_RECORDS PROVIDED_
/** Where a search begins when nobody guesses: roots of the estimate to less than a per cent of it. */

import { electronRestTemperature } from "../constants.js";
import type { Composition } from "../matter/composition.js";
import { DENSITY, FERMI_ENERGY, PLASMA_TEMPERATURE_SQUARED, TEMPERATURE } from "../matter/plasma.js";
import type { EquationOfState } from "../thermodynamics/equation-of-state.js";
import { type Estimate, estimateOf } from "./estimate.js";
import { DENSITY_NOW, ENTROPY_KIND, FIRST_TARGET, FUNCTION_LENGTH, SECOND_TARGET, TEMPERATURE_NOW } from "./slots.js";

/** Starts of searches in one equation of state. */
export interface Starter {
  /** Writes a temperature for the first target at the density of the search. */
  temperature(composition: Composition, kind: number, w: Float64Array): void;
  /** Writes a density for the first target at the temperature of the search. */
  density(composition: Composition, kind: number, w: Float64Array): void;
  /** Writes both. */
  both(composition: Composition, first: number, second: number, w: Float64Array): void;
  /** True where half the density or temperature (slot 0 or 1) takes only a small part of a quantity away at the start. */
  isRemainder(composition: Composition, kind: number, slot: number, w: Float64Array): boolean;
  /** As {@link Starter.again}, for the density of a pressure that photons and pairs rule. */
  againDensity(composition: Composition, kind: number, w: Float64Array, f: Float64Array): void;
  /**
   * Writes both again, the targets reduced by what the estimate misses at the first start, where the truth is in `f`. In
   * degenerate matter the temperature is a small remainder: the cold parts must cancel.
   */
  again(composition: Composition, first: number, second: number, w: Float64Array, f: Float64Array): void;
}

/** Width in the logarithm at which a start is near enough, and relative difference of a quantity that ends a search. */
const CLOSE = 0.004;
const NEAR = 1e-3;
const MOST_STEPS = 60;

/** A starter for an equation of state; contributions it does not know are taken for ions. */
export function starterOf(eos: EquationOfState): Starter {
  const names = eos.contributions.flatMap((part) => part.standsFor ?? [part.name]);
  const has = (name: string): boolean => names.includes(name);
  const estimate: Estimate = estimateOf({
    electrons: has("electrons and positrons"),
    ions: names.some((name) => name !== "electrons and positrons" && name !== "radiation"),
    coulomb: has("Coulomb plasma"),
    radiation: has("radiation"),
  });
  const { point, values } = estimate;
  const phases = eos.contributions.find((part) => part.phases !== undefined)?.phases;
  const boundary = new Float64Array(5);
  const range = new Float64Array(3);
  const [thinnest, densest] = eos.domain.density;
  const [coldest, hottest] = eos.domain.temperature;
  const bottom = Math.log(Math.max(coldest, 10));
  const top = Math.log(hottest);
  const thin = Math.log(thinnest);
  const dense = Math.log(densest);

  /**
   * Temperature of the target at the density in `point`, left there. Returns -1 or 1 where the target lies below or above
   * all values, else 0. The regula falsi in the Illinois form (Dowell & Jarratt 1971, BIT 11, 168), on a difference that is
   * bounded, so that far from the root it halves.
   */
  function findTemperature(composition: Composition, kind: number, w: Float64Array, slot: number): number {
    const target = w[slot]!;
    let low = bottom;
    let high = top;
    let atLow = -1;
    let atHigh = 1;
    let last = 0;
    let now = 0.5 * (low + high);
    for (let i = 0; i < MOST_STEPS && high - low > CLOSE; i++) {
      now = (low * atHigh - high * atLow) / (atHigh - atLow);
      point[TEMPERATURE] = Math.exp(now);
      estimate.fill(composition);
      const value = values[kind]!;
      const miss = (value - target) / (Math.abs(value) + Math.abs(target));
      if (miss < 0) {
        low = now;
        atLow = miss;
        if (last < 0) atHigh *= 0.5;
      } else {
        high = now;
        atHigh = miss;
        if (last > 0) atLow *= 0.5;
      }
      last = miss;
      if (Math.abs(miss) < NEAR) break;
    }
    point[TEMPERATURE] = Math.exp(now);
    return low === bottom && now - bottom < 0.01 ? -1 : high === top && top - now < 0.01 ? 1 : 0;
  }

  /**
   * Raises a temperature to what the estimate can know: a crystal not far below melting, electrons not far below Fermi's
   * temperature; and where nothing freezes to the range of the liquid's quantum terms, below which c_v has no one sign.
   */
  function liftTemperature(composition: Composition, cold: boolean, w: Float64Array): void {
    boundary[0] = w[DENSITY_NOW]!;
    phases?.fillBoundary(composition, boundary);
    const melting = boundary[2]!;
    let least = coldest;
    if (phases !== undefined && melting === 0) least = Math.sqrt(point[PLASMA_TEMPERATURE_SQUARED]!) / 8;
    else if (cold) least = Math.max(0.003 * melting, 1e-4 * electronRestTemperature * point[FERMI_ENERGY]!);
    w[TEMPERATURE_NOW] = Math.max(coldest, least, point[TEMPERATURE]!);
  }

  function temperature(composition: Composition, kind: number, w: Float64Array): void {
    point[DENSITY] = w[DENSITY_NOW]!;
    const beyond = findTemperature(composition, kind, w, FIRST_TARGET);
    liftTemperature(composition, beyond < 0, w);
  }

  function density(composition: Composition, kind: number, w: Float64Array): void {
    range[0] = thin;
    range[1] = dense;
    range[2] = CLOSE;
    findDensity(composition, kind, -1, w);
  }

  /**
   * Density of the first target between the logarithms in `range`, to the third number there; at the temperature of the search,
   * or (`second` >= 0) at that of the second target, which is found too.
   */
  function findDensity(composition: Composition, first: number, second: number, w: Float64Array): void {
    const target = w[FIRST_TARGET]!;
    const sign = first === ENTROPY_KIND ? -1 : 1;
    let low = range[0]!;
    let high = range[1]!;
    let atLow = -1;
    let atHigh = 1;
    let last = 0;
    let now = 0.5 * (low + high);
    point[TEMPERATURE] = Math.max(w[TEMPERATURE_NOW]!, coldest);
    for (let i = 0; i < MOST_STEPS && high - low > range[2]!; i++) {
      now = (low * atHigh - high * atLow) / (atHigh - atLow);
      point[DENSITY] = Math.exp(now);
      const beyond = second < 0 ? 0 : findTemperature(composition, second, w, SECOND_TARGET);
      estimate.fill(composition);
      const value = values[first]!;
      let miss = (sign * (value - target)) / (Math.abs(value) + Math.abs(target));
      // Too little entropy for all temperatures: the answer is denser; too little energy, or too much of either: thinner.
      if (beyond !== 0) miss = beyond < 0 && second === ENTROPY_KIND ? -1 : 1;
      if (miss < 0) {
        low = now;
        atLow = miss;
        if (last < 0) atHigh *= 0.5;
      } else {
        high = now;
        atHigh = miss;
        if (last > 0) atLow *= 0.5;
      }
      last = miss;
      if (Math.abs(miss) < NEAR * range[2]!) break;
    }
    w[DENSITY_NOW] = Math.exp(now);
    if (second < 0) return;
    point[DENSITY] = w[DENSITY_NOW]!;
    const beyond = findTemperature(composition, second, w, SECOND_TARGET);
    liftTemperature(composition, beyond < 0, w);
  }

  function both(composition: Composition, first: number, second: number, w: Float64Array): void {
    range[0] = thin;
    range[1] = dense;
    range[2] = CLOSE;
    findDensity(composition, first, second, w);
  }

  function isRemainder(composition: Composition, kind: number, slot: number, w: Float64Array): boolean {
    point[DENSITY] = w[DENSITY_NOW]!;
    point[TEMPERATURE] = w[TEMPERATURE_NOW]!;
    estimate.fill(composition);
    const value = values[kind]!;
    point[slot]! *= 0.5;
    estimate.fill(composition);
    return Math.abs(value - values[kind]!) < 0.1 * Math.abs(value);
  }

  function againDensity(composition: Composition, kind: number, w: Float64Array, f: Float64Array): void {
    const target = w[FIRST_TARGET]!;
    point[DENSITY] = w[DENSITY_NOW]!;
    point[TEMPERATURE] = w[TEMPERATURE_NOW]!;
    estimate.fill(composition);
    w[FIRST_TARGET] = target - f[0]! + values[kind]!;
    density(composition, kind, w);
    w[FIRST_TARGET] = target;
  }

  function again(composition: Composition, first: number, second: number, w: Float64Array, f: Float64Array): void {
    const target = w[FIRST_TARGET]!;
    const other = w[SECOND_TARGET]!;
    point[DENSITY] = w[DENSITY_NOW]!;
    point[TEMPERATURE] = w[TEMPERATURE_NOW]!;
    estimate.fill(composition);
    w[FIRST_TARGET] = target * (values[first]! / f[0]!);
    w[SECOND_TARGET] = other - f[FUNCTION_LENGTH]! + values[second]!;
    const now = Math.log(w[DENSITY_NOW]!);
    range[0] = Math.max(thin, now - 0.1);
    range[1] = Math.min(dense, now + 0.1);
    range[2] = 1e-10;
    findDensity(composition, first, second, w);
    w[FIRST_TARGET] = target;
    w[SECOND_TARGET] = other;
  }

  return { temperature, density, both, isRemainder, againDensity, again };
}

_YOUR ASSIGNMENT_
In the records above, find every line that contains the word "EquationOfState" and copy it.

_SOLUTION TO THIS TASK_
import type { EquationOfState } from "../thermodynamics/equation-of-state.js";
export function starterOf(eos: EquationOfState): Starter {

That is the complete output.